START EXERCISE DATA
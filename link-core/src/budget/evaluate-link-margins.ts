/**
 * The batch margin kernel (METHODS.md §10.8): the link margin of many variations of one design, for
 * sweeps, heat maps and solvers, without building a budget object per point. Struct-of-arrays in
 * (one Float64Array per varied numeric field, the rest from a base design), a Float64Array of
 * margins out, each equal to `evaluateLink(design with that point's values).linkMarginDb`.
 */
import type { LinkDesignInput } from '../schemas/link-design.schema.js';
import { LinkDesignSchema } from '../schemas/link-design.schema.js';
import { VISIBILITY_2_PERCENT_PER_MOR, VISIBILITY_REFERENCE_WAVELENGTH_M } from '../atmosphere/visibility-attenuation.js';
import { hasEveryRequiredNumber, invalidDesignError, sumOfInputs } from './evaluate-link.js';
import {
  alNaboulsiNumerator,
  emptyResolvedDesign,
  evaluateChainInto,
  newChainResult,
  outageAngleRad,
  resolveDesignInto,
  specificAttenuationDbPerKm,
} from './link-chain.js';

/**
 * The numeric design fields a batch can vary, named by their path in the design (as in the API's
 * field errors). Units as in the design: metres, radians, dBm, dB, m^(−2/3), probabilities.
 */
export const LINK_MARGIN_FIELDS = [
  'rangeM',
  'transmitter.wavelengthM',
  'transmitter.powerDbm',
  'transmitter.waistRadiusM',
  'transmitter.halfAngleDivergenceRad',
  'transmitter.m2',
  'transmitter.opticsLossDb',
  'receiver.apertureDiameterM',
  'receiver.obscurationRatio',
  'receiver.sensitivityDbm',
  'receiver.opticsLossDb',
  'pointing.jitterSigmaPerAxisRad',
  'pointing.staticErrorRad',
  'pointing.outageProbability',
  'atmosphere.visibilityM',
  'atmosphere.cn2',
  'scintillation.probability',
  'systemMarginDb',
] as const;

/** A numeric design field a batch can vary. */
export type LinkMarginField = (typeof LINK_MARGIN_FIELDS)[number];

/**
 * The varied fields of a batch: per field one Float64Array with one value per point, all of the same
 * length. A field left out keeps the base design's value at every point.
 */
export type LinkMarginColumns = Partial<Record<LinkMarginField, Float64Array>>;

const KNOWN_FIELDS: ReadonlySet<string> = new Set(LINK_MARGIN_FIELDS);

/**
 * Link margins of variations of one design (METHODS.md §10.8): margin[i] is the margin evaluateLink
 * gives for the base design with every varied field set to its column's value i (to rounding: the
 * capture and pointing terms are summed in one logarithm, within 1e-12 dB of the budget's terms).
 *
 * The margin splits into a part that depends on the path (range, wavelength, beam, apertures,
 * pointing, Cn², fade probability: the capture, pointing and fade terms) and terms that enter it
 * linearly (power, optics losses, sensitivity, allowance) or through γ(V)·L. The kernel recomputes
 * the path part only where a path field differs from the previous point's, and γ only where the
 * wavelength or visibility does: a sweep of power or visibility, or a heat map whose inner axis is
 * one of them (range outer, visibility inner), computes the expensive part once per row. Designs
 * that differ in every field pay the full chain per point.
 *
 * `transmitter.halfAngleDivergenceRad` 0 means collimated (the field left out of a design).
 * `pointing.outageProbability` switches every point to outage-based pointing. The non-numeric
 * choices (models, visibility definition, whether the fade margin is included) come from the base.
 *
 * @param design the base design (complete: every required field present), as evaluateLink takes it
 * @param columns the varied fields, one Float64Array per field, all of one length (none: one point, the base)
 * @param into optional output array of that length to reuse (sweeps in a worker)
 * @returns margins [dB], one per point (`into` when given)
 * @throws RangeError naming the field when the base lacks a required field, a column is not a
 *   Float64Array of the common length, or a field cannot be varied; naming the point and field when
 *   a point's margin is not finite because that point's design is invalid (as evaluateLink would)
 * @see evaluateLink (METHODS.md §10.1); the terms' sources are in budget-terms.ts.
 */
export function evaluateLinkMargins(design: LinkDesignInput, columns: LinkMarginColumns, into?: Float64Array): Float64Array {
  const base = resolveDesignInto(emptyResolvedDesign(), design);
  if (!hasEveryRequiredNumber(base)) throw invalidDesignError(design, 'evaluateLinkMargins');
  const count = columnLength(columns);
  if (into !== undefined && (!(into instanceof Float64Array) || into.length !== count)) {
    throw new RangeError(`evaluateLinkMargins: into must be a Float64Array of length ${count} (one margin per point)`);
  }
  const margins = into ?? new Float64Array(count);

  const range = columns.rangeM;
  const wavelength = columns['transmitter.wavelengthM'];
  const power = columns['transmitter.powerDbm'];
  const waist = columns['transmitter.waistRadiusM'];
  const divergence = columns['transmitter.halfAngleDivergenceRad'];
  const m2 = columns['transmitter.m2'];
  const transmitOptics = columns['transmitter.opticsLossDb'];
  const aperture = columns['receiver.apertureDiameterM'];
  const obscuration = columns['receiver.obscurationRatio'];
  const sensitivity = columns['receiver.sensitivityDbm'];
  const receiveOptics = columns['receiver.opticsLossDb'];
  const jitter = columns['pointing.jitterSigmaPerAxisRad'];
  const bias = columns['pointing.staticErrorRad'];
  const outageProbability = columns['pointing.outageProbability'];
  const visibility = columns['atmosphere.visibilityM'];
  const cn2 = columns['atmosphere.cn2'];
  const fadeProbability = columns['scintillation.probability'];
  const systemMargin = columns.systemMarginDb;
  const outageMode = outageProbability !== undefined || !Number.isNaN(base.pointingOutageProbability);
  const fogModel = base.fogNumeratorPerKm > 0;

  if (!Number.isFinite(sumOfInputs(base)) && !LinkDesignSchema.safeParse(design).success) throw invalidDesignError(design, 'evaluateLinkMargins');
  // A NaN or an infinity in a column names its point and field before any model sees it.
  for (const field of LINK_MARGIN_FIELDS) {
    const column = columns[field];
    if (column === undefined) continue;
    for (let i = 0; i < count; i++) if (!Number.isFinite(column[i]!)) refuseInvalidPoint(design, columns, i);
  }
  const work = resolveDesignInto(emptyResolvedDesign(), design);
  const chain = newChainResult();
  let captureAndPointingLossDb = Number.NaN;
  let fadeMarginDb = Number.NaN;
  let attenuationDbPerKm = Number.NaN;
  for (let i = 0; i < count; i++) {
    // Set this point's values; note whether the path part or γ must be recomputed.
    let pathChanged = i === 0;
    let attenuationChanged = i === 0;
    if (range !== undefined && range[i] !== work.rangeM) {
      work.rangeM = range[i]!;
      pathChanged = true;
    }
    if (wavelength !== undefined && wavelength[i] !== work.wavelengthM) {
      work.wavelengthM = wavelength[i]!;
      work.logWavelengthRatio = Math.log(work.wavelengthM / VISIBILITY_REFERENCE_WAVELENGTH_M);
      if (fogModel) work.fogNumeratorPerKm = alNaboulsiNumerator(work.atmosphereModel, work.wavelengthM);
      pathChanged = true;
      attenuationChanged = true;
    }
    if (waist !== undefined && waist[i] !== work.apertureBeamRadiusM) {
      work.apertureBeamRadiusM = waist[i]!;
      pathChanged = true;
    }
    if (divergence !== undefined && divergence[i] !== work.halfAngleDivergenceRad) {
      work.halfAngleDivergenceRad = divergence[i]!;
      pathChanged = true;
    }
    if (m2 !== undefined && m2[i] !== work.m2) {
      work.m2 = m2[i]!;
      pathChanged = true;
    }
    if (aperture !== undefined && aperture[i] !== work.apertureDiameterM) {
      work.apertureDiameterM = aperture[i]!;
      pathChanged = true;
    }
    if (obscuration !== undefined && obscuration[i] !== work.obscurationRatio) {
      work.obscurationRatio = obscuration[i]!;
      pathChanged = true;
    }
    let pointingChanged = false;
    if (jitter !== undefined && jitter[i] !== work.jitterSigmaPerAxisRad) {
      work.jitterSigmaPerAxisRad = jitter[i]!;
      pointingChanged = true;
    }
    if (bias !== undefined && bias[i] !== work.staticErrorRad) {
      work.staticErrorRad = bias[i]!;
      pointingChanged = true;
    }
    if (outageProbability !== undefined && outageProbability[i] !== work.pointingOutageProbability) {
      work.pointingOutageProbability = outageProbability[i]!;
      pointingChanged = true;
    }
    if (pointingChanged || (i === 0 && outageMode)) {
      // the outage angle is range-free, solved once per distinct bias, jitter and probability
      if (outageMode) work.pointingOutageAngleRad = outageAngleRad(work.jitterSigmaPerAxisRad, work.staticErrorRad, work.pointingOutageProbability);
      pathChanged = true;
    }
    if (cn2 !== undefined && cn2[i] !== work.cn2) {
      work.cn2 = cn2[i]!;
      pathChanged = true;
    }
    if (fadeProbability !== undefined && fadeProbability[i] !== work.fadeProbability) {
      work.fadeProbability = fadeProbability[i]!;
      pathChanged = true;
    }
    if (visibility !== undefined) {
      // as resolveDesignInto converts it (MOR to the 2 % visibility first)
      const visibility2PercentKm = (base.morInput ? visibility[i]! * VISIBILITY_2_PERCENT_PER_MOR : visibility[i]!) / 1000;
      if (visibility2PercentKm !== work.visibility2PercentKm) {
        work.visibility2PercentKm = visibility2PercentKm;
        attenuationChanged = true;
      }
    }
    if (power !== undefined) work.powerDbm = power[i]!;
    if (transmitOptics !== undefined) work.transmitOpticsLossDb = transmitOptics[i]!;
    if (receiveOptics !== undefined) work.receiveOpticsLossDb = receiveOptics[i]!;
    if (sensitivity !== undefined) work.sensitivityDbm = sensitivity[i]!;
    if (systemMargin !== undefined) work.systemMarginDb = systemMargin[i]!;

    if (pathChanged) {
      evaluateChainInto(chain, work, work.rangeM, 0, work.includeScintillation, 'margin');
      captureAndPointingLossDb = chain.captureAndPointingLossDb;
      fadeMarginDb = chain.scintillationFadeMarginDb;
    }
    if (attenuationChanged) attenuationDbPerKm = specificAttenuationDbPerKm(work, work.visibility2PercentKm);
    // the chain's own sums, in its order (link-chain.ts, detail 'margin')
    const atmosphericLossDb = (attenuationDbPerKm * work.rangeM) / 1000;
    const receivedPowerDbm = work.powerDbm - work.transmitOpticsLossDb - captureAndPointingLossDb - atmosphericLossDb - work.receiveOpticsLossDb;
    const margin = receivedPowerDbm - work.sensitivityDbm - fadeMarginDb - work.systemMarginDb;
    if (!Number.isFinite(margin)) refuseInvalidPoint(design, columns, i);
    margins[i] = margin;
  }
  return margins;
}

/** The common length of the columns (1 without columns), after checking each of them. */
function columnLength(columns: LinkMarginColumns): number {
  let count = -1;
  for (const field of Object.keys(columns)) {
    const column = (columns as Record<string, unknown>)[field];
    if (column === undefined) continue;
    if (!KNOWN_FIELDS.has(field)) throw new RangeError(`evaluateLinkMargins: ${field}: not a numeric design field a batch can vary (see LINK_MARGIN_FIELDS)`);
    if (!(column instanceof Float64Array)) throw new RangeError(`evaluateLinkMargins: ${field}: must be a Float64Array (one value per point)`);
    if (count === -1) count = column.length;
    else if (column.length !== count) throw new RangeError(`evaluateLinkMargins: ${field}: has ${column.length} values where the other columns have ${count}`);
  }
  return count === -1 ? 1 : count;
}

/**
 * A point whose margin is not finite: when its design is invalid, the error names the point and the
 * field (as evaluateLink does for one design); otherwise the margin stands as computed.
 */
function refuseInvalidPoint(design: LinkDesignInput, columns: LinkMarginColumns, index: number): void {
  const point = designAtPoint(design, columns, index);
  if (!LinkDesignSchema.safeParse(point).success) throw invalidDesignError(point, `evaluateLinkMargins: point ${index}`);
}

/**
 * The design of one point of a batch as a plain design object (for error messages and tests).
 *
 * @param design the base design
 * @param columns the varied fields
 * @param index the point, 0 … length − 1
 * @returns a new design with that point's values; `transmitter.halfAngleDivergenceRad` 0 is left out (collimated)
 * @see evaluateLinkMargins
 */
export function linkMarginPointDesign(design: LinkDesignInput, columns: LinkMarginColumns, index: number): LinkDesignInput {
  return designAtPoint(design, columns, index);
}

function designAtPoint(design: LinkDesignInput, columns: LinkMarginColumns, index: number): LinkDesignInput {
  const point = structuredClone(design) as unknown as Record<string, Record<string, unknown> | unknown>;
  for (const field of LINK_MARGIN_FIELDS) {
    const column = columns[field];
    if (column === undefined) continue;
    const value = column[index];
    const [group, name] = field.includes('.') ? field.split('.') : [undefined, field];
    if (group === undefined) {
      point[name!] = value;
    } else {
      const target = ((point[group] as Record<string, unknown> | undefined) ?? (point[group] = {})) as Record<string, unknown>;
      if (field === 'transmitter.halfAngleDivergenceRad' && value === 0) delete target[name!];
      else target[name!] = value;
    }
  }
  return point as unknown as LinkDesignInput;
}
END EXERCISE DATA
> _WORK ORDER_
In the listing above, find the line with "const wavelength = columns['transmitter.wavelengthM'];" and the line with "const aperture = columns['receiver.apertureDiameterM'];"; output exactly those lines and all lines between them.

> _ANSWER SPACE_
  const wavelength = columns['transmitter.wavelengthM'];
  const power = columns['transmitter.powerDbm'];
  const waist = columns['transmitter.waistRadiusM'];
  const divergence = columns['transmitter.halfAngleDivergenceRad'];
  const m2 = columns['transmitter.m2'];
  const transmitOptics = columns['transmitter.opticsLossDb'];
  const aperture = columns['receiver.apertureDiameterM'];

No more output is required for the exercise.